[Dataset entries Boundary: Start]

/**
 * A quote for a job, made from one stored estimate. `inputs` and `figures` are frozen
 * copies (what was typed, and the estimate and profile figures used), `lines` the computed
 * build-up; a later profile change or calibration never moves a sent price. A revision is
 * a new quote whose revisionOf names the old one. The customer's link carries a random
 * token; only its SHA-256 is stored.
 */
export const quotes = mysqlTable(
  'quotes',
  {
    id: int('id').autoincrement().primaryKey(),
    shopId: int('shop_id').notNull().references(() => shops.id),
    jobId: int('job_id').notNull().references(() => jobs.id),
    estimateId: int('estimate_id').notNull().references(() => estimates.id),
    number: varchar('number', { length: 20 }).notNull(),
    revisionOf: int('revision_of'),
    status: mysqlEnum('status', QUOTE_STATUSES).notNull().default('draft'),
    currency: char('currency', { length: 3 }).notNull(),
    totalMinor: bigint('total_minor', { mode: 'number' }).notNull(),
    inputs: jsonDoc<Record<string, unknown>>('inputs').notNull(),
    figures: jsonDoc<Record<string, unknown>>('figures').notNull(),
    lines: jsonDoc<unknown[]>('lines').notNull(),
    validityDays: int('validity_days').notNull(),
    validUntil: date('valid_until', { mode: 'string' }),
    tokenHash: char('token_hash', { length: 64 }),
    tokenUsedAt: timestamp('token_used_at'),
    tokenRevokedAt: timestamp('token_revoked_at'),
    sentAt: timestamp('sent_at'),
    answeredAt: timestamp('answered_at'),
    answerName: varchar('answer_name', { length: 160 }),
    answerPo: varchar('answer_po', { length: 80 }),
    declineReason: varchar('decline_reason', { length: 1000 }),
    createdBy: int('created_by').references(() => users.id),
    createdAt: created(),
    updatedAt: updated(),
  },
  (t) => [
    uniqueIndex('quotes_shop_number_unique').on(t.shopId, t.number),
    uniqueIndex('quotes_token_unique').on(t.tokenHash),
    index('quotes_job_idx').on(t.jobId, t.id),
  ],
);

/** Every message Kerfcast hands to the SMTP server, with what became of it. */
export const mailLog = mysqlTable(
  'mail_log',
  {
    id: int('id').autoincrement().primaryKey(),
    shopId: int('shop_id').notNull().references(() => shops.id),
    quoteId: int('quote_id').references(() => quotes.id),
    toAddress: varchar('to_address', { length: 190 }).notNull(),
    subject: varchar('subject', { length: 300 }).notNull(),
    status: mysqlEnum('status', MAIL_STATUSES).notNull().default('sending'),
    /** the SMTP server's message id once it accepted the message */
    messageId: varchar('message_id', { length: 255 }),
    error: varchar('error', { length: 1000 }),
    sentBy: int('sent_by').references(() => users.id),
    createdAt: timestamp('created_at', { fsp: 3 }).notNull().defaultNow(),
    updatedAt: updated(),
  },
  (t) => [index('mail_log_shop_idx').on(t.shopId, t.id), index('mail_log_quote_idx').on(t.quoteId)],
);

/**
 * One run of a program version on a machine, timed on the server. The timer is the list
 * of run_events (start, pause, resume, finish); actualSeconds is the running time between
 * them, written at finish (or typed for a run entered afterwards). activeMachineId is the
 * machine while the run is running or paused and NULL otherwise: its unique index lets
 * only one open run per machine exist.
 */
export const runs = mysqlTable(
  'runs',
  {
    id: int('id').autoincrement().primaryKey(),
    shopId: int('shop_id').notNull().references(() => shops.id),
    jobId: int('job_id').notNull().references(() => jobs.id),
    programId: int('program_id').notNull().references(() => programs.id),
    programVersion: int('program_version').notNull(),
    machineId: int('machine_id').notNull().references(() => machines.id),
    machineVersion: int('machine_version').notNull(),
    /** the stored estimate the run is measured against (null when none was done) */
    estimateId: int('estimate_id').references(() => estimates.id),
    operatorId: int('operator_id').notNull().references(() => users.id),
    status: mysqlEnum('status', RUN_STATUSES).notNull().default('running'),
    activeMachineId: int('active_machine_id').generatedAlwaysAs(sql`(case when \`status\` in ('running','paused') then \`machine_id\` end)`, {
      mode: 'stored',
    }),
    startedAt: timestamp('started_at', { fsp: 3 }).notNull(),
    finishedAt: timestamp('finished_at', { fsp: 3 }),
    actualSeconds: double('actual_seconds'),
    sheetsCut: int('sheets_cut'),
    interrupted: boolean('interrupted').notNull().default(false),
    notes: varchar('notes', { length: 2000 }),
    /** entered afterwards by hand instead of timed */
    manual: boolean('manual').notNull().default(false),
    voidedAt: timestamp('voided_at'),
    voidedBy: int('voided_by').references(() => users.id),
    voidReason: varchar('void_reason', { length: 500 }),
    createdAt: created(),
    updatedAt: updated(),
  },
  (t) => [
    uniqueIndex('runs_active_machine_unique').on(t.activeMachineId),
    index('runs_shop_machine_idx').on(t.shopId, t.machineId, t.finishedAt),
    index('runs_program_idx').on(t.programId, t.programVersion),
  ],
);

/** The server's timestamps of a run's timer. */
export const runEvents = mysqlTable(
  'run_events',
  {
    id: int('id').autoincrement().primaryKey(),
    shopId: int('shop_id').notNull().references(() => shops.id),
    runId: int('run_id').notNull().references(() => runs.id),
    kind: mysqlEnum('kind', RUN_EVENT_KINDS).notNull(),
    at: timestamp('at', { fsp: 3 }).notNull(),
    userId: int('user_id').references(() => users.id),
  },
  (t) => [index('run_events_run_idx').on(t.runId, t.at)],
);

/** The audit trail of corrections to runs: who changed which field from what to what, and why. */
export const runChanges = mysqlTable(
  'run_changes',
  {
    id: int('id').autoincrement().primaryKey(),
    shopId: int('shop_id').notNull().references(() => shops.id),
    runId: int('run_id').notNull().references(() => runs.id),
    userId: int('user_id').notNull().references(() => users.id),
    field: varchar('field', { length: 40 }).notNull(),
    before: varchar('before', { length: 2000 }),
    after: varchar('after', { length: 2000 }),
    reason: varchar('reason', { length: 500 }).notNull().default(''),
    createdAt: timestamp('created_at', { fsp: 3 }).notNull().defaultNow(),
  },
  (t) => [index('run_changes_run_idx').on(t.runId, t.id)],
);

export type Shop = typeof shops.$inferSelect;
export type User = typeof users.$inferSelect;
export type Machine = typeof machines.$inferSelect;
export type MachineVersion = typeof machineVersions.$inferSelect;
export type Tool = typeof tools.$inferSelect;
export type Material = typeof materials.$inferSelect;
export type Customer = typeof customers.$inferSelect;
export type Job = typeof jobs.$inferSelect;
export type Program = typeof programs.$inferSelect;
export type ProgramVersion = typeof programVersions.$inferSelect;
export type EstimateRow = typeof estimates.$inferSelect;
export type JobEvent = typeof jobEvents.$inferSelect;
export type ShopSettings = typeof shopSettings.$inferSelect;
export type QuoteRow = typeof quotes.$inferSelect;
export type MailLogRow = typeof mailLog.$inferSelect;
export type RunRow = typeof runs.$inferSelect;
export type RunEvent = typeof runEvents.$inferSelect;
export type RunChange = typeof runChanges.$inferSelect;
export type Role = (typeof ROLES)[number];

[Dataset entries Boundary: End]

#### Required action
Extract the full listing and reproduce each line exactly.

#### Written reply
/**
 * A quote for a job, made from one stored estimate. `inputs` and `figures` are frozen
 * copies (what was typed, and the estimate and profile figures used), `lines` the computed
 * build-up; a later profile change or calibration never moves a sent price. A revision is
 * a new quote whose revisionOf names the old one. The customer's link carries a random
 * token; only its SHA-256 is stored.
 */
export const quotes = mysqlTable(
  'quotes',
  {
    id: int('id').autoincrement().primaryKey(),
    shopId: int('shop_id').notNull().references(() => shops.id),
    jobId: int('job_id').notNull().references(() => jobs.id),
    estimateId: int('estimate_id').notNull().references(() => estimates.id),
    number: varchar('number', { length: 20 }).notNull(),
    revisionOf: int('revision_of'),
    status: mysqlEnum('status', QUOTE_STATUSES).notNull().default('draft'),
    currency: char('currency', { length: 3 }).notNull(),
    totalMinor: bigint('total_minor', { mode: 'number' }).notNull(),
    inputs: jsonDoc<Record<string, unknown>>('inputs').notNull(),
    figures: jsonDoc<Record<string, unknown>>('figures').notNull(),
    lines: jsonDoc<unknown[]>('lines').notNull(),
    validityDays: int('validity_days').notNull(),
    validUntil: date('valid_until', { mode: 'string' }),
    tokenHash: char('token_hash', { length: 64 }),
    tokenUsedAt: timestamp('token_used_at'),
    tokenRevokedAt: timestamp('token_revoked_at'),
    sentAt: timestamp('sent_at'),
    answeredAt: timestamp('answered_at'),
    answerName: varchar('answer_name', { length: 160 }),
    answerPo: varchar('answer_po', { length: 80 }),
    declineReason: varchar('decline_reason', { length: 1000 }),
    createdBy: int('created_by').references(() => users.id),
    createdAt: created(),
    updatedAt: updated(),
  },
  (t) => [
    uniqueIndex('quotes_shop_number_unique').on(t.shopId, t.number),
    uniqueIndex('quotes_token_unique').on(t.tokenHash),
    index('quotes_job_idx').on(t.jobId, t.id),
  ],
);

/** Every message Kerfcast hands to the SMTP server, with what became of it. */
export const mailLog = mysqlTable(
  'mail_log',
  {
    id: int('id').autoincrement().primaryKey(),
    shopId: int('shop_id').notNull().references(() => shops.id),
    quoteId: int('quote_id').references(() => quotes.id),
    toAddress: varchar('to_address', { length: 190 }).notNull(),
    subject: varchar('subject', { length: 300 }).notNull(),
    status: mysqlEnum('status', MAIL_STATUSES).notNull().default('sending'),
    /** the SMTP server's message id once it accepted the message */
    messageId: varchar('message_id', { length: 255 }),
    error: varchar('error', { length: 1000 }),
    sentBy: int('sent_by').references(() => users.id),
    createdAt: timestamp('created_at', { fsp: 3 }).notNull().defaultNow(),
    updatedAt: updated(),
  },
  (t) => [index('mail_log_shop_idx').on(t.shopId, t.id), index('mail_log_quote_idx').on(t.quoteId)],
);

/**
 * One run of a program version on a machine, timed on the server. The timer is the list
 * of run_events (start, pause, resume, finish); actualSeconds is the running time between
 * them, written at finish (or typed for a run entered afterwards). activeMachineId is the
 * machine while the run is running or paused and NULL otherwise: its unique index lets
 * only one open run per machine exist.
 */
export const runs = mysqlTable(
  'runs',
  {
    id: int('id').autoincrement().primaryKey(),
    shopId: int('shop_id').notNull().references(() => shops.id),
    jobId: int('job_id').notNull().references(() => jobs.id),
    programId: int('program_id').notNull().references(() => programs.id),
    programVersion: int('program_version').notNull(),
    machineId: int('machine_id').notNull().references(() => machines.id),
    machineVersion: int('machine_version').notNull(),
    /** the stored estimate the run is measured against (null when none was done) */
    estimateId: int('estimate_id').references(() => estimates.id),
    operatorId: int('operator_id').notNull().references(() => users.id),
    status: mysqlEnum('status', RUN_STATUSES).notNull().default('running'),
    activeMachineId: int('active_machine_id').generatedAlwaysAs(sql`(case when \`status\` in ('running','paused') then \`machine_id\` end)`, {
      mode: 'stored',
    }),
    startedAt: timestamp('started_at', { fsp: 3 }).notNull(),
    finishedAt: timestamp('finished_at', { fsp: 3 }),
    actualSeconds: double('actual_seconds'),
    sheetsCut: int('sheets_cut'),
    interrupted: boolean('interrupted').notNull().default(false),
    notes: varchar('notes', { length: 2000 }),
    /** entered afterwards by hand instead of timed */
    manual: boolean('manual').notNull().default(false),
    voidedAt: timestamp('voided_at'),
    voidedBy: int('voided_by').references(() => users.id),
    voidReason: varchar('void_reason', { length: 500 }),
    createdAt: created(),
    updatedAt: updated(),
  },
  (t) => [
    uniqueIndex('runs_active_machine_unique').on(t.activeMachineId),
    index('runs_shop_machine_idx').on(t.shopId, t.machineId, t.finishedAt),
    index('runs_program_idx').on(t.programId, t.programVersion),
  ],
);

/** The server's timestamps of a run's timer. */
export const runEvents = mysqlTable(
  'run_events',
  {
    id: int('id').autoincrement().primaryKey(),
    shopId: int('shop_id').notNull().references(() => shops.id),
    runId: int('run_id').notNull().references(() => runs.id),
    kind: mysqlEnum('kind', RUN_EVENT_KINDS).notNull(),
    at: timestamp('at', { fsp: 3 }).notNull(),
    userId: int('user_id').references(() => users.id),
  },
  (t) => [index('run_events_run_idx').on(t.runId, t.at)],
);

/** The audit trail of corrections to runs: who changed which field from what to what, and why. */
export const runChanges = mysqlTable(
  'run_changes',
  {
    id: int('id').autoincrement().primaryKey(),
    shopId: int('shop_id').notNull().references(() => shops.id),
    runId: int('run_id').notNull().references(() => runs.id),
    userId: int('user_id').notNull().references(() => users.id),
    field: varchar('field', { length: 40 }).notNull(),
    before: varchar('before', { length: 2000 }),
    after: varchar('after', { length: 2000 }),
    reason: varchar('reason', { length: 500 }).notNull().default(''),
    createdAt: timestamp('created_at', { fsp: 3 }).notNull().defaultNow(),
  },
  (t) => [index('run_changes_run_idx').on(t.runId, t.id)],
);

export type Shop = typeof shops.$inferSelect;
export type User = typeof users.$inferSelect;
export type Machine = typeof machines.$inferSelect;
export type MachineVersion = typeof machineVersions.$inferSelect;
export type Tool = typeof tools.$inferSelect;
export type Material = typeof materials.$inferSelect;
export type Customer = typeof customers.$inferSelect;
export type Job = typeof jobs.$inferSelect;
export type Program = typeof programs.$inferSelect;
export type ProgramVersion = typeof programVersions.$inferSelect;
export type EstimateRow = typeof estimates.$inferSelect;
export type JobEvent = typeof jobEvents.$inferSelect;
export type ShopSettings = typeof shopSettings.$inferSelect;
export type QuoteRow = typeof quotes.$inferSelect;
export type MailLogRow = typeof mailLog.$inferSelect;
export type RunRow = typeof runs.$inferSelect;
export type RunEvent = typeof runEvents.$inferSelect;
export type RunChange = typeof runChanges.$inferSelect;
export type Role = (typeof ROLES)[number];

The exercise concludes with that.